What could save you is the fact that there are different degrees of brokenness for a hash function. There are three kinds of common attacks to attempt on a hash function. The easiest one is to just generate a collision where you get to choose both messages. Next comes the problem of generating a collision where you are given one of the messages. Finally the hardest case is to be given a hash value and having to generate a message with that hash without having already an example of how to reach that hash value.
For MD5 an actual collision has been found, but still now algorithm to find a collision with an arbitrary message. For SHA1 there is AFAIK only demonstrated weaknesses. I have yet to see an actual SHA1 collision.
For signatures it might not be considered enough to just find a collision, after all you have to match the hash of a message, which was already signed. But even though you might feel secure, there are some things to worry about. First of all, once a technique to find collisions have been found, it only takes a little extra work to generate meaningful collisions. This is obvious to people with sufficient knowledge of the field, but a wouldn't believe this until it was actually demonstrated. With MD5 it has been demonstrated how to take two arbitrary plaintext files and from those generating two postscript files containing the two different texts but the same hash. Postscript was obviously chosen because the format contains a Turing complete language and thus was an easy target. But even simpler formats might be targeted with some additional work.

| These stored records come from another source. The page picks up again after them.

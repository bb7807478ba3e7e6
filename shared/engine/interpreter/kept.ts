import type { Value } from '../expressions/value';
import type { Machine } from './machine';

/** What the interpreter keeps beside the machine's state: scratch, and what lasts from block to block. */

/** A point of the gauge point in machine mm, A in degrees. */
export interface Target {
  x: number;
  y: number;
  z: number;
  a: number;
}

/** Centre in plane order and radius, machine mm. */
export interface Circle {
  u: number;
  v: number;
  radius: number;
}

/** Where probing ended, in program coordinates and the units then in force; A in degrees. */
export interface ProbeResult {
  x: Value;
  y: Value;
  z: Value;
  a: Value;
  /** 1 if something was touched. */
  touched: Value;
}

/** What a canned cycle keeps from one block to the next: words in program units, levels in machine mm. */
export interface CycleMemory {
  /** The cycle the kept words belong to, in tenths; NO_CYCLE for none. */
  code: number;
  depth: number;
  retract: number;
  dwell: number;
  peck: number;
  shiftU: number;
  shiftV: number;
  back: number;
  /** The motion code in force before the series. */
  motionBefore: number;
  /** Height of the depth axis where the series of holes began. */
  seriesLevel: number;
}

/** The modes that a save-state code keeps and a restore-state code brings back. */
export type SavedState = Pick<
  Machine,
  | 'unit'
  | 'planeIndex'
  | 'isAbsolute'
  | 'isArcCentreAbsolute'
  | 'feedMode'
  | 'path'
  | 'returnTo'
  | 'workOffset'
  | 'speed'
  | 'feed'
>;
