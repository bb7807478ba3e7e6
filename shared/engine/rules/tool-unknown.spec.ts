import { test } from 'vitest';
import { checkRule } from '../testing/check-rule';
import { toolUnknown } from './tool-unknown';

test('flags a call for a tool that is not in the list', () => {
  checkRule(
    toolUnknown,
    {},
    `
T99 M6
^^^^^^ tool-unknown: T99 is called, but it is not in the tool list.
M30
`,
  );
});

test('allows tools of the list, T0 and a T that is never fetched', () => {
  checkRule(
    toolUnknown,
    {},
    `
T1 M6
M6 T2
T0 M6
T99
M30
`,
  );
});

test('allows a change the controller ignores', () => {
  checkRule(
    toolUnknown,
    { controller: { toolChange: 'ignored' } },
    `
T99 M6
M30
`,
  );
});
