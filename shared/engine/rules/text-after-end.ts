import { reportProblem } from './report-problem';
import { defineRule } from './rule';

/** Blocks behind the end code. */
export const textAfterEnd = defineRule({
  id: 'text-after-end',
  group: 'reading',
  title: 'Blocks after the end of the program',
  severity: 'note',
  protects: 'Work that is written but never run, such as the second half of two joined files.',
  explanation:
    'Nothing after M2, M30 or the closing % is carried out. Subprograms called from above stand there by right and are not reported. Blank lines and comments are no blocks.',
  examples: {
    bad: 'G21 G90 G54\nM30\nG0 X10',
    good: 'G21 G90 G54\nM30\n(END OF FILE)\n%',
  },
  word: () => ({
    message: 'Blocks stand after the end of the program; they are never run.',
    advice: 'Take them out, or the end code before them if they are meant to run.',
  }),
  observe: (_shop, report) => reportProblem(report, 'text-after-end', () => ''),
});
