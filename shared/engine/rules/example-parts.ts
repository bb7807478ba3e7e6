/** Parts of setups that the example programs of several rules need; a plain tool, a plain rack. */

/** A 6 mm end mill in an ISO30 holder, with what is stated changed. */
export function exampleTool(number: number, change: object = {}): object {
  return {
    number,
    name: 'end mill',
    kind: 'end-mill',
    diameter: 6,
    shank: 6,
    stickOut: 40,
    fluteLength: 25,
    gaugeLength: 92,
    holder: { taper: 'ISO30', diameter: 50, above: 72 },
    maxRpm: 24000,
    turns: 'cw',
    ...change,
  };
}

/** Two pockets along the back edge, each loaded with the tool of its number; the first one changed. */
export function exampleRack(change: object): { readonly rack: object; readonly loading: object } {
  const pocket = (number: number) => ({
    number,
    grip: { x: 100 + number * 150, y: 2560, z: -125 },
    opens: '-y',
    largestDiameter: 50,
    longest: 190,
    taper: 'ISO30',
  });
  return {
    rack: { pockets: [{ ...pocket(1), ...change }, pocket(2)] },
    loading: { pockets: [1, 2].map((number) => ({ pocket: number, tool: number })) },
  };
}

Consider the following scenario you send a signed email to somebody. You receive a reply saying something like "thank you for your email, but we need the signature on a postscript version, could you please sign the attached file?", and you find attached a postscript file containing the exact text you originally wrote. Would you sign that postscript file?

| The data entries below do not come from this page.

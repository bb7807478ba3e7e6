import { readdirSync, readFileSync } from 'node:fs';
import { dirname, join } from 'node:path';
import { fileURLToPath } from 'node:url';
import { describe, expect, test } from 'vitest';
import { runProgram } from '../testing/check-rule';
import { RULES } from './catalogue';
import type { Rule } from './rule';

const folder = dirname(fileURLToPath(import.meta.url));
const ruleFiles = readdirSync(folder).filter(
  (file) =>
    file.endsWith('.ts') &&
    !file.endsWith('.spec.ts') &&
    / = defineRule\(/.test(readFileSync(join(folder, file), 'utf8')),
);

/** What one rule finds in one of its own example programs. */
function findings(rule: Rule, program: string, run: Rule = rule) {
  const report = runProgram(program, rule.examples.setup ?? {}, [run]);
  return report.findings.filter((finding) => finding.rule === rule.id);
}

test('every rule file is in the catalogue, under an id equal to its file name', () => {
  expect([...RULES].map((rule) => `${rule.id}.ts`).sort()).toEqual([...ruleFiles].sort());
});

test('every rule has a spec beside it', () => {
  const specs = new Set(readdirSync(folder).filter((file) => file.endsWith('.spec.ts')));
  expect(RULES.map((rule) => `${rule.id}.spec.ts`).filter((spec) => !specs.has(spec))).toEqual([]);
});

test('every fault that the reading stages can tell has a rule of its id', () => {
  const events = readFileSync(join(folder, '..', 'interpreter', 'events.ts'), 'utf8');
  const union = /export type Problem =([^;]+);/.exec(events)?.[1] ?? '';
  const problems = [...union.matchAll(/'([a-z-]+)'/g)].map((match) => match[1]!);
  const ids = new Set(RULES.map((rule) => rule.id));
  expect(problems.length).toBeGreaterThan(20);
  expect(problems.filter((problem) => !ids.has(problem))).toEqual([]);
});

describe.each(RULES.map((rule) => [rule.id, rule] as const))('%s', (_id, rule) => {
  test('its bad example yields it, worded in whole sentences with no figure lacking', () => {
    const found = findings(rule, rule.examples.bad);
    expect(found).not.toEqual([]);
    for (const { message, advice } of found) {
      for (const sentence of [message, advice]) {
        expect(sentence).toMatch(/^[“A-Z].*[.”]$/s);
        expect(sentence).not.toMatch(/undefined|NaN|null|\$\{|\s{2}|“”|\[object/);
      }
    }
  });

  test('its good example yields nothing of it', () => {
    expect(findings(rule, rule.examples.good)).toEqual([]);
  });

  test('emptied, it breaks its own example', () => {
    const emptied: Rule = { ...rule, observe: () => ({}), compare: undefined };
    expect(findings(rule, rule.examples.bad, emptied)).toEqual([]);
  });

  test('says what it is in whole sentences', () => {
    expect(rule.title).toMatch(/^[A-Z].*[^.]$/);
    for (const sentence of [rule.protects, rule.explanation])
      expect(sentence).toMatch(/^[A-Z].*\.$/s);
    if (rule.severity === 'hold' || rule.unattended === 'hold') expect(rule.hold).toBeDefined();
  });
});
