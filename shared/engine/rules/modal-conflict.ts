import { figure, text } from './finding-data';
import { reportProblem } from './report-problem';
import { defineRule } from './rule';

/** Two codes in one block that cannot both hold. */
export const modalConflict = defineRule({
  id: 'modal-conflict',
  group: 'reading',
  title: 'Two codes in one block that exclude each other',
  severity: 'stop',
  protects: 'The run from acting on the one of two codes that was not meant.',
  explanation:
    'One block carries out one code of a modal group (NISTIR 6556, 3.4), and one code that claims its axis words. Safety lines as posts write them, such as G80 beside G0, pass unless the controller is described as strict.',
  examples: {
    bad: 'G21 G90 G54\nG90 G91 G0 X10\nM30',
    good: 'G21 G90 G54\nG0 G17 G40 G49 G80 G90\nM30',
  },
  word: (data) => {
    const what = text(data, 'what');
    const other = text(data, 'other');
    switch (text(data, 'reason')) {
      case 'm-words':
        return {
          message: `The block holds more than ${figure(data, 'most')} M words.`,
          advice: 'Spread the M words over several blocks.',
        };
      case 'axis-words':
        return {
          message: `${other} and ${what} both claim the axis words of this block.`,
          advice: 'Write the two codes in blocks of their own, each with its axis words.',
        };
      case 'compensating':
      case 'in-cycle':
      case 'probing':
        return {
          message: `${what} cannot run while ${other} is on.`,
          advice: `Cancel ${other} before it.`,
        };
      case 'machine-move-motion':
        return {
          message: `G53 needs G0 or G1, but ${other} is in force.`,
          advice: 'Write G0 into the G53 block.',
        };
      case 'repeated-code':
        return {
          message: `${what} stands twice in this block.`,
          advice: `Take one ${what} out.`,
        };
      default:
        return {
          message: `${other} and ${what} belong to one modal group and stand in one block.`,
          advice: 'Keep the code that is meant and take the other out.',
        };
    }
  },
  observe: (_shop, report) =>
    reportProblem(
      report,
      'modal-conflict',
      (facts) => `${text(facts, 'reason')} ${text(facts, 'other')} ${text(facts, 'what')}`,
    ),
});
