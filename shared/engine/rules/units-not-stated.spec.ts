import { test } from 'vitest';
import { checkRule } from '../testing/check-rule';
import { unitsNotStated } from './units-not-stated';

test('flags the first move of a program that states no unit', () => {
  checkRule(
    unitsNotStated,
    {},
    `
G90 G54
G0 X10
| units-not-stated: The program moves without having stated its units; this controller would take millimetres if nothing changed it.
G0 X20
M30
`,
  );
});

test('flags a unit word that comes after the first move', () => {
  checkRule(
    unitsNotStated,
    {},
    `
G90 G54 G0 X10
| units-not-stated
G21
M30
`,
  );
});

test('allows machine moves and home moves before the unit word, and the word on the first moving block', () => {
  checkRule(
    unitsNotStated,
    {},
    `
G53 G0 Z0
G91 G28 Z0
G90
G20 G54 G0 X1
M30
`,
  );
});

test('allows a program that never moves', () => {
  checkRule(
    unitsNotStated,
    {},
    `
M5
M30
`,
  );
});
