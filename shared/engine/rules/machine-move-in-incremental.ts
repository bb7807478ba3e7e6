import { text } from './finding-data';
import { reportProblem } from './report-problem';
import { defineRule } from './rule';

/** G53 under G91 where the controller does not obey it. */
export const machineMoveInIncremental = defineRule({
  id: 'machine-move-in-incremental',
  group: 'state',
  title: 'A machine-coordinate move in incremental mode',
  severity: 'stop',
  protects: 'The retract that this controller refuses, or runs as a relative move.',
  explanation:
    'G53 names machine positions and belongs to G90 (NISTIR 6556, 3.5.12). Controllers differ under G91: obey, refuse or ignore; the description of this one says refuse or ignore.',
  examples: {
    setup: { controller: { switches: { incrementalMachineMove: 'refused' } } },
    bad: 'G21 G90 G54\nG91\nG53 G0 Z0\nM30',
    good: 'G21 G90 G54\nG53 G0 Z0\nM30',
  },
  word: (data) => ({
    message: `G53 stands under G91, which this controller ${text(data, 'does') === 'ignored' ? 'ignores, so the move is relative' : 'refuses'}.`,
    advice: 'Write G90 before the G53 move.',
  }),
  observe: (_shop, report) => reportProblem(report, 'machine-move-in-incremental', () => ''),
});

Re:Not so fast. (Score:3, Informative)
Saying it once more for clarity:
1. You send a digitally signed email A which states, for example, that you do not approve of a particular business proposal.
2. They email you an unsigned postscript file A', which you print out for verification, and it looks just like your email. So you digitally sign it and email it to them.
3. They detach the digital signature from A' and attach it to another postscript file B', which states that you do approve of the proposal. Anyone attempting to verify the signature on B' will think you signed it.
4. You lose your job.
Now get this: in actual fact, they don't even NEED a broken digital signature algorithm to trap yu this way. It is possible -- not even difficult -- to construct a postscript file so that it prints out one way on a specific printer and a different way on every other printer. Unless you view the
postscript code, you'll never know. Remember, postscript is a fully capable programming language, not just a page definition markup scheme.
Not a surprise - here are old references (Score:3, Informative)
Also Bruce Schneier [schneier.com] wrote about it back then.
I guess it takes a while for the US government and Microsoft, et al to take action on the news.